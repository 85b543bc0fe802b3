"""The error model P(typed | intended), learned from real misspellings.

Edits follow Kernighan, Church & Gale (1990): deletion, insertion,
substitution and adjacent transposition, each conditioned on the
neighbouring character ("^" marks the word start):

    del[x, y]   intended "xy" typed "x"     rate = del / count("xy")
    ins[x, y]   intended "x"  typed "xy"    rate = ins / count("x")
    sub[t, c]   intended "c"  typed "t"     rate = sub / count("c")
    trans[x, y] intended "xy" typed "yx"    rate = trans / count("xy")

Counts come from aligning misspelling/correction pairs; the denominators are
character frequencies of running text (scaled to the size of the pairs'
correct side) so a rate reads as "errors of this kind per occurrence".
Smoothing adds ``beta`` pseudo-counts spread by a keyboard-adjacency prior:
neighbouring keys get ten times the mass of distant ones.

Rates are turned into a distribution over the typos of a given word:
Q1(t | c) = rate(e) / Z(c), where Z(c) sums the rates of every single edit
applicable to c.  A typo that needs k edits gets P(k edits) times the
product of its edits' shares; P(k) is estimated from the training pairs.
The whole channel is P(t | c) = alpha if t == c else (1 - alpha) * Q(t | c).
Multi-edit typos are aligned by a weighted edit distance (the cheapest path).
"""

from __future__ import annotations

import math
from collections import Counter
from dataclasses import dataclass, field
from typing import Iterable, Sequence

from calami.model.alignment import START, align
from calami.model.rules import BEGIN, END, MAX_SIDE, RuleTable

# Matched characters kept around the differing middle, for rule context.  Rules
# reaching two letters into the matched part are then not used: on the train
# pairs (2-fold CV) top-1 stays within 0.2 points of MARGIN 2, 30% cheaper.
MARGIN = 1
BOUNDS = (BEGIN, END)

LETTERS = "abcdefghijklmnopqrstuvwxyz'"

# QWERTY rows; adjacency = same or neighbouring row within one column (common practice).
_ROWS = ["1234567890-", "qwertyuiop", "asdfghjkl;'", "zxcvbnm,."]


def _keyboard_neighbours() -> dict[str, set[str]]:
    pos = {ch: (r, c) for r, row in enumerate(_ROWS) for c, ch in enumerate(row)}
    out: dict[str, set[str]] = {}
    for a, (ra, ca) in pos.items():
        out[a] = {b for b, (rb, cb) in pos.items() if b != a and abs(ra - rb) <= 1 and abs(ca - cb) <= 1 + (rb != ra)}
    return out


KEYBOARD = _keyboard_neighbours()


def adjacent(a: str, b: str) -> bool:
    return b in KEYBOARD.get(a, ())


# ---------------------------------------------------------------- the model


@dataclass
class ChannelModel:
    """Edit counts, context counts and the derived per-edit rates."""

    dels: dict[str, float]  # key x+y
    inss: dict[str, float]  # key x+y
    subs: dict[str, float]  # key t+c
    trans: dict[str, float]  # key x+y
    unigrams: dict[str, float]  # char -> count in running text (scaled)
    bigrams: dict[str, float]  # "xy" -> count in running text (scaled)
    edits_k: list[float]  # P(k edits | error), k = 1, 2, 3+
    beta: float = 0.5
    alphabet: str = LETTERS
    first_factor: float = 1.0  # how much rarer an edit is at the first letter than elsewhere
    split_share: float = 0.01  # share of errors that are a missing space between two words
    z_ref: float = 0.0  # Z of an average word in running text (0: normalise per word)
    rules: RuleTable = field(default_factory=lambda: RuleTable({}, {}, 0.0))
    _sub_total: dict[str, float] = field(default_factory=dict, repr=False)
    _ins_total: dict[str, float] = field(default_factory=dict, repr=False)

    def __post_init__(self) -> None:
        a = self.alphabet
        self._sub_total = {c: sum(self.sub_rate(t, c) for t in a if t != c) for c in a}
        self._ins_total = {x: sum(self.ins_rate(x, y) for y in a) for x in (START + a)}
        k = self.edits_k
        self._log_first = math.log(k[0])
        # Each edit after the first costs the ratio of successive P(k).
        self._log_more = math.log(max(k[1], 1e-6) / k[0])
        self._cost_cache: dict[tuple[str, str, str], float] = {}
        self._rate_of = {"s": self.sub_rate, "d": self.del_rate, "i": self.ins_rate, "t": self.trans_rate}

    def _neg_log_rate(self, kind: str, x: str, y: str) -> float:
        """-log rate of one single-letter edit ("s"ub t,c / "d"el / "i"ns / "t"rans x,y), cached.

        The weighted alignment reads the cache itself on its hot path and
        calls this on a miss.
        """
        key = (kind, x, y)
        v = self._cost_cache.get(key)
        if v is None:
            v = self._cost_cache[key] = -math.log(self._rate_of[kind](x, y))
        return v

    # -- rates (smoothed) ---------------------------------------------------

    def _uni(self, c: str) -> float:
        return self.unigrams.get(c, 0.0) + 1.0

    def _bi(self, xy: str) -> float:
        return self.bigrams.get(xy, 0.0) + 1.0

    def sub_rate(self, t: str, c: str) -> float:
        prior = 1.0 if adjacent(t, c) else 0.1
        return (self.subs.get(t + c, 0.0) + self.beta * prior) / self._uni(c)

    def del_rate(self, x: str, y: str) -> float:
        prior = 1.0 if x == y else 0.3  # doubled letters are dropped most often
        return (self.dels.get(x + y, 0.0) + self.beta * prior) / self._bi(x + y)

    def ins_rate(self, x: str, y: str) -> float:
        prior = 1.0 if (x == y or adjacent(x, y)) else 0.1
        return (self.inss.get(x + y, 0.0) + self.beta * prior) / self._uni(x)

    def trans_rate(self, x: str, y: str) -> float:
        return (self.trans.get(x + y, 0.0) + self.beta * 0.5) / self._bi(x + y)

    def edit_rate(self, edit: tuple[str, str, str]) -> float:
        kind, x, y = edit
        if kind == "sub":
            return self.sub_rate(x, y)
        if kind == "del":
            return self.del_rate(x, y)
        if kind == "ins":
            return self.ins_rate(x, y)
        return self.trans_rate(x, y)

    # -- normalisation over the typos of one intended word -----------------

    def total_rate(self, intended: str) -> float:
        """Z(c): the summed rate of every single edit applicable to ``intended``."""
        sub_total, ins_total = self._sub_total, self._ins_total
        z = 0.0
        prev = START
        for i, ch in enumerate(intended):
            z += sub_total.get(ch, 0.0) or self.beta * 0.1
            z += self.del_rate(prev, ch)
            if i + 1 < len(intended):
                z += self.trans_rate(ch, intended[i + 1])
            if i == 0:
                z = (z + self._ins_total.get(START, 0.0)) * self.first_factor
            z += ins_total.get(ch, 0.0) or self.beta * 0.1
            prev = ch
        return z

    def log_q(self, typed: str, intended: str, rules: bool = True) -> float:
        """log Q(typed | intended): the typo's probability given that an error occurred.

        ``rules=False`` scores single-letter edits only: the real-word check
        uses that, because rules learned from non-word misspellings
        ("d$" -> "$") make slips between short frequent words ("and"/"an")
        look far likelier than they are in edited prose.
        """
        if typed == intended:
            return 0.0
        # Longer words offer more ways to go wrong *and* go wrong more often;
        # the two cancel, so rates are compared on one scale (as in Kernighan,
        # Church & Gale), normalised by the Z of an average word.
        log_z = math.log(self.z_ref if self.z_ref > 0 else self.total_rate(intended))
        cost = self._cheapest_path(typed, intended, log_z, rules)
        return self._log_first - cost

    def _cheapest_path(self, typed: str, intended: str, log_z: float, rules: bool = True) -> float:
        """Weighted OSA plus multi-character rules; each edit costs -log(share) - log(P(k+1)/P(k))."""
        more = -self._log_more
        # Strip the common prefix/suffix: alignment there is free anyway, but
        # keep MARGIN matched characters (or the word boundary) for context.
        p = 0
        while p < len(typed) and p < len(intended) and typed[p] == intended[p]:
            p += 1
        s = 0
        while (s < len(typed) - p and s < len(intended) - p
               and typed[len(typed) - 1 - s] == intended[len(intended) - 1 - s]):
            s += 1
        costs = self.rules.costs if rules else None
        if costs:
            a, b = max(0, p - MARGIN), max(0, s - MARGIN)
            end = END if b == 0 else ""
        else:
            # Single-letter edits need one character of left context only.
            a, b, end = max(0, p - 1), s, ""
        t = (START if a == 0 else "") + typed[a : len(typed) - b] + end
        c = (START if a == 0 else "") + intended[a : len(intended) - b] + end
        # Index (in c) of the word's first letter, if the segment reaches it.
        first = 1 if a == 0 else -1

        # Every edit costs -log(rate) + (log_z + more); rates are cached per model.
        step = log_z + more
        nlr = self._neg_log_rate
        cache = self._cost_cache
        # Edits that change the first letter are rarer than elsewhere.
        first_penalty = -math.log(self.first_factor)
        n, m = len(t), len(c)
        # Rule transitions that fit here, by target cell: (i, j) <- (i0, j0) at a cost.
        # Built once per pair, so the cell loop below pays only for rules that apply.
        jumps: dict[tuple[int, int], list[tuple[int, int, float]]] = {}
        if costs:
            ends: dict[str, list[int]] = {}
            for i in range(n + 1):
                for lb in range(min(MAX_SIDE, i) + 1):
                    ends.setdefault(t[i - lb : i], []).append(i)
            for j in range(1, m + 1):
                for la in range(1, min(MAX_SIDE, j) + 1):
                    alpha = c[j - la : j]
                    betas = costs.get(alpha)
                    if not betas:
                        continue
                    j0 = j - la
                    covers_first = j0 <= first < j
                    for beta, rc in betas.items():
                        at = ends.get(beta)
                        if not at:
                            continue
                        if covers_first and alpha.lstrip(START)[:1] != beta.lstrip(START)[:1]:
                            rc += first_penalty
                        for i in at:
                            jumps.setdefault((i, j), []).append((i - len(beta), j0, rc))
        INF = float("inf")
        # Costs that depend on one side only are looked up once per pair, not once per cell.
        cs = ["", *c]  # cs[j] is the j-th character of c
        dels: list[float | None] = [None] * (m + 1)
        for j in range(1, m + 1):
            cj = c[j - 1]
            if cj not in BOUNDS:
                ctx = c[j - 2] if j > 1 else START
                v = cache.get(("d", ctx, cj))
                dels[j] = nlr("d", ctx, cj) if v is None else v
        at_first_of = [first_penalty if j - 1 == first else 0.0 for j in range(m + 1)]
        ins_first_of = [first_penalty if j == first else 0.0 for j in range(m + 1)]
        d = [[INF] * (m + 1) for _ in range(n + 1)]
        d[0][0] = 0.0
        for i in range(n + 1):
            ti = t[i - 1] if i > 0 else ""
            prev_t = t[i - 2] if i > 1 else START
            row, up = d[i], d[i - 1] if i > 0 else None
            ins_ok = i > 0 and ti not in BOUNDS
            if ins_ok:
                v = cache.get(("i", prev_t, ti))
                ins_cost = nlr("i", prev_t, ti) if v is None else v
            for j in range(m + 1):
                if i == 0 and j == 0:
                    continue
                best = INF
                cj = cs[j]
                at_first = at_first_of[j]
                if i > 0 and j > 0:
                    if ti == cj:
                        best = up[j - 1]
                    elif ti not in BOUNDS and cj not in BOUNDS:
                        v = cache.get(("s", ti, cj))
                        best = up[j - 1] + (nlr("s", ti, cj) if v is None else v) + step + at_first
                dv = dels[j]
                if dv is not None:
                    x = row[j - 1] + dv + step + at_first
                    if x < best:
                        best = x
                if ins_ok:
                    x = up[j] + ins_cost + step + ins_first_of[j]
                    if x < best:
                        best = x
                if (i > 1 and j > 1 and ti == c[j - 2] and prev_t == cj and ti != cj
                        and ti not in BOUNDS and cj not in BOUNDS):
                    v = cache.get(("t", ti, cj))
                    x = d[i - 2][j - 2] + (nlr("t", ti, cj) if v is None else v) + step + (first_penalty if j - 2 == first else 0.0)
                    if x < best:
                        best = x
                if jumps:
                    for i0, j0, rc in jumps.get((i, j), ()):
                        x = d[i0][j0] + rc + step
                        if x < best:
                            best = x
                row[j] = best
        # The first edit is not charged the "more edits" ratio.
        return d[n][m] - more

    # -- persistence --------------------------------------------------------

    def to_dict(self) -> dict:
        return {
            "del": self.dels, "ins": self.inss, "sub": self.subs, "trans": self.trans,
            "unigrams": self.unigrams, "bigrams": self.bigrams,
            "edits_k": self.edits_k, "beta": self.beta, "alphabet": self.alphabet,
            "first_factor": self.first_factor, "split_share": self.split_share, "z_ref": self.z_ref,
            "rules": self.rules.to_dict(),
        }

    @classmethod
    def from_dict(cls, d: dict) -> "ChannelModel":
        return cls(d["del"], d["ins"], d["sub"], d["trans"], d["unigrams"], d["bigrams"],
                   list(d["edits_k"]), d["beta"], d["alphabet"], d.get("first_factor", 1.0), d.get("split_share", 0.01), d.get("z_ref", 0.0),
                   RuleTable.from_dict(d.get("rules")))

───

## EXERCISE
Whenever a line in the listing above includes the word "jumps", return that line.

## ANSWER TO THE EXERCISE
        jumps: dict[tuple[int, int], list[tuple[int, int, float]]] = {}
                            jumps.setdefault((i, j), []).append((i - len(beta), j0, rc))
                if jumps:
                    for i0, j0, rc in jumps.get((i, j), ()):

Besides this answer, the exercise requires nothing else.